WHAT THE TASK REQUIRES =
Provide the number of lines in the entries below containing "directions", with no further words.

DATA SUPPLIED =

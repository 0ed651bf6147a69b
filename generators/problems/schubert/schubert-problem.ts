import { defineProblem, type ProblemDefinition } from '../../../src/atlas/definition.ts';
import { genericInstance } from '../shared/generic-instance.ts';
import { grassmannianDegree } from './grassmannian-degree.ts';
import { grassmannianPattern } from './grassmannian-pattern.ts';
import { chartBezoutBound, chartFormulation, chartRowGroupBound, conditionCount, reducedBezoutBound, type SchubertShape } from './schubert-chart.ts';
import { osculatingParameters } from './osculating-subspaces.ts';
import { schubertDrawing } from './schubert-figure.ts';
import { SCHUBERT_1886 } from './schubert-source.ts';

/** The page-specific words and data of a Schubert problem in the Stiefel chart. */
export interface SchubertPage {
  readonly shape: SchubertShape;
  readonly slug: string;
  readonly title: string;
  /** The question in words (Markdown with $…$ TeX); the Grassmannian pattern paragraph is appended. */
  readonly question: string;
  /** Where the naive count's excess goes (original words for this page). */
  readonly excessNote: string;
  readonly tags: readonly string[];
  readonly genericSeed: number;
  /** The demo: osculating subspaces of the moment curve at these stations (one per condition), and its story. */
  readonly demo: { readonly id: string; readonly label: string; readonly description: string; readonly seed: number; readonly stations: readonly number[] };
  /** What a solution is, for the figure caption ("Lines in 4-space are"). */
  readonly drawn: string;
  /** n = 2k only: drop the shared top-degree form det X from all equations but one (the solver stays multihomogeneous). */
  readonly reduceTopForm?: boolean;
}

/**
 * A Schubert problem page: Stiefel-chart formulation (rows of X as variable groups, solved by the multihomogeneous
 * start), the true count computed as the Grassmannian's degree (and checked against Schubert 1886 in the tests), a
 * generic instance and a demo whose given subspaces osculate the moment curve.
 */
export function schubertProblem(page: SchubertPage): ProblemDefinition {
  const { k, n } = page.shape;
  const m = conditionCount(page.shape);
  const rowNames = ['a', 'b', 'c'].slice(0, k).map((r) => `$${r}$`).join(', ');
  return defineProblem({
    slug: page.slug,
    title: page.title,
    family: 'schubert',
    tags: page.tags,
    statement: `${page.question}\n\n${grassmannianPattern(k, n)}`,
    formulation: chartFormulation(page.shape, [
      `A general solution is the row space of a ${k} × ${n} matrix $[\\,I_{${k}} \\mid X\\,]$ in homogeneous coordinates $(x_0, \\dots, x_{${n - 1}})$: the local Stiefel coordinates of the Grassmannian are the ${k * (n - k)} entries of $X$ (rows ${rowNames}).`,
      `Given subspace $j$ is spanned by $(1, p_j)$ and its directions $(0, e_j), \\dots$; the two meet exactly when the ${n} × ${n} matrix stacking both bases is singular.`,
      `Expanding that determinant $E_j$ along the top ${k} rows writes it as a linear combination of the ${k} × ${k} minors of $[\\,I \\mid X\\,]$, the Plücker coordinates of the solution, so each of the ${m} equations has degree ${k} and is linear in each row of $X$ separately:`,
      `Bézout bound $${k}^{${m}} = ${chartBezoutBound(page.shape)}$, and with the rows of $X$ as variable groups the multihomogeneous bound is $${m}!/(${n - k}!)^{${k}} = ${chartRowGroupBound(page.shape)}$.`,
      page.reduceTopForm
        ? `Here the only term of degree ${k} in every $E_j$ is $\\det X$ times the minor $m_j$ of subspace $j$’s basis on the first ${k} columns, so we keep $E_1$ and replace each other $E_j$ by $m_1 E_j - m_j E_1$, of degree ${k - 1} (the same solutions wherever $m_1 \\neq 0$): Bézout bound $${k} \\cdot ${k - 1}^{${m - 1}} = ${reducedBezoutBound(page.shape)}$. The generator still tracks the rows-as-groups start: more paths, but on the demo’s osculating planes the smaller total-degree start left one to three diverging paths unconverged (path seeds 1 to 3 and the recorded one), while the rows-as-groups start ended every path.`
        : 'The generator tracks the rows-as-groups start.',
    ].join(' '), page.reduceTopForm ?? false),
    trueCount: { value: Number(grassmannianDegree(k, n)), source: SCHUBERT_1886 },
    excessNote: page.excessNote,
    solver: { kind: 'multihomogeneous' },
    instances: [
      genericInstance(`${m} random complex subspaces`, page.genericSeed, 'Points and directions'),
      { id: page.demo.id, kind: 'demo', label: page.demo.label, description: page.demo.description, seed: page.demo.seed, parameters: osculatingParameters(page.shape, page.demo.stations) },
    ],
    drawing: schubertDrawing(page.shape, page.drawn),
  });
}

RESPONSE TO THE TASK =
2